Task instructions:
Print the data that follows exactly, leaving nothing out.

Available data:
# ----------------------------------------------------------------- Kronecker
class KroneckerCovariance(StructuredCovariance):
    """``A ⊗ B`` held as the Cholesky factors of A and B. Build with :func:`kronecker`.

    Vectors are in row-major order: entry ``i * b + j`` of a length ``a * b``
    vector is the element (i, j) of an a x b array (e.g. i a sensor, j a time).
    """

    def __init__(self, A: Any, B: Any):
        self._fa = _as_factor(A, "A")
        self._fb = _as_factor(B, "B")
        self._names = None
        ha, hb = self._fa.health, self._fb.health
        # cond(A ⊗ B) = cond(A) cond(B) in the 1-norm and 2-norm, and the
        # unit-diagonal scaling of A ⊗ B is the Kronecker product of theirs.
        rc = ha.rcond * hb.rcond
        rc_s = ha.rcond_scaled * hb.rcond_scaled
        jit = max(ha.jitter, hb.jitter)
        method = "kronecker" + ("+jitter" if jit > 0 else "")
        self._health = FactorHealth(rc, rc_s, _digits(rc_s), jit, max(ha.jitter_relative, hb.jitter_relative),
                                    method)

    @property
    def dim(self) -> int:
        return self._fa.dim * self._fb.dim

    @property
    def factors(self) -> tuple[Factor, Factor]:
        return self._fa, self._fb

    @property
    def health(self) -> FactorHealth:
        return self._health

    def logdet(self) -> float:
        """``b log det A + a log det B``."""
        return self._fb.dim * self._fa.logdet() + self._fa.dim * self._fb.logdet()

    def _apply(self, cols: np.ndarray, op_a, op_b) -> np.ndarray:
        """Apply ``op_a`` to the first and ``op_b`` to the second Kronecker axis of columns.

        cols is (a*b, k); viewed as (a, b, k). op_x acts on the leading axis of a
        2-D array, so reshapes bring each axis to the front in turn.
        """
        a, b = self._fa.dim, self._fb.dim
        k = cols.shape[1]
        t = cols.reshape(a, b * k)
        t = op_a(t).reshape(a, b, k)
        t = np.ascontiguousarray(t.transpose(1, 0, 2)).reshape(b, a * k)
        t = op_b(t).reshape(b, a, k)
        return np.ascontiguousarray(t.transpose(1, 0, 2)).reshape(a * b, k)

    def _solve_cols(self, b: np.ndarray) -> np.ndarray:
        # (A ⊗ B)^{-1} = A^{-1} ⊗ B^{-1}
        return self._apply(b, self._fa.solve, self._fb.solve)

    def _whiten_rows(self, rows: np.ndarray) -> np.ndarray:
        # (L_A ⊗ L_B)^{-1} = L_A^{-1} ⊗ L_B^{-1}, each a triangular solve on one axis
        z = self._apply(rows.T, self._fa.solve_lower, self._fb.solve_lower)
        return z.T

    def _dense(self) -> np.ndarray:
        return np.kron(self._fa.matrix(), self._fb.matrix())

Finished task:
# ----------------------------------------------------------------- Kronecker
class KroneckerCovariance(StructuredCovariance):
    """``A ⊗ B`` held as the Cholesky factors of A and B. Build with :func:`kronecker`.

    Vectors are in row-major order: entry ``i * b + j`` of a length ``a * b``
    vector is the element (i, j) of an a x b array (e.g. i a sensor, j a time).
    """

    def __init__(self, A: Any, B: Any):
        self._fa = _as_factor(A, "A")
        self._fb = _as_factor(B, "B")
        self._names = None
        ha, hb = self._fa.health, self._fb.health
        # cond(A ⊗ B) = cond(A) cond(B) in the 1-norm and 2-norm, and the
        # unit-diagonal scaling of A ⊗ B is the Kronecker product of theirs.
        rc = ha.rcond * hb.rcond
        rc_s = ha.rcond_scaled * hb.rcond_scaled
        jit = max(ha.jitter, hb.jitter)
        method = "kronecker" + ("+jitter" if jit > 0 else "")
        self._health = FactorHealth(rc, rc_s, _digits(rc_s), jit, max(ha.jitter_relative, hb.jitter_relative),
                                    method)

    @property
    def dim(self) -> int:
        return self._fa.dim * self._fb.dim

    @property
    def factors(self) -> tuple[Factor, Factor]:
        return self._fa, self._fb

    @property
    def health(self) -> FactorHealth:
        return self._health

    def logdet(self) -> float:
        """``b log det A + a log det B``."""
        return self._fb.dim * self._fa.logdet() + self._fa.dim * self._fb.logdet()

    def _apply(self, cols: np.ndarray, op_a, op_b) -> np.ndarray:
        """Apply ``op_a`` to the first and ``op_b`` to the second Kronecker axis of columns.

        cols is (a*b, k); viewed as (a, b, k). op_x acts on the leading axis of a
        2-D array, so reshapes bring each axis to the front in turn.
        """
        a, b = self._fa.dim, self._fb.dim
        k = cols.shape[1]
        t = cols.reshape(a, b * k)
        t = op_a(t).reshape(a, b, k)
        t = np.ascontiguousarray(t.transpose(1, 0, 2)).reshape(b, a * k)
        t = op_b(t).reshape(b, a, k)
        return np.ascontiguousarray(t.transpose(1, 0, 2)).reshape(a * b, k)

    def _solve_cols(self, b: np.ndarray) -> np.ndarray:
        # (A ⊗ B)^{-1} = A^{-1} ⊗ B^{-1}
        return self._apply(b, self._fa.solve, self._fb.solve)

    def _whiten_rows(self, rows: np.ndarray) -> np.ndarray:
        # (L_A ⊗ L_B)^{-1} = L_A^{-1} ⊗ L_B^{-1}, each a triangular solve on one axis
        z = self._apply(rows.T, self._fa.solve_lower, self._fb.solve_lower)
        return z.T

    def _dense(self) -> np.ndarray:
        return np.kron(self._fa.matrix(), self._fb.matrix())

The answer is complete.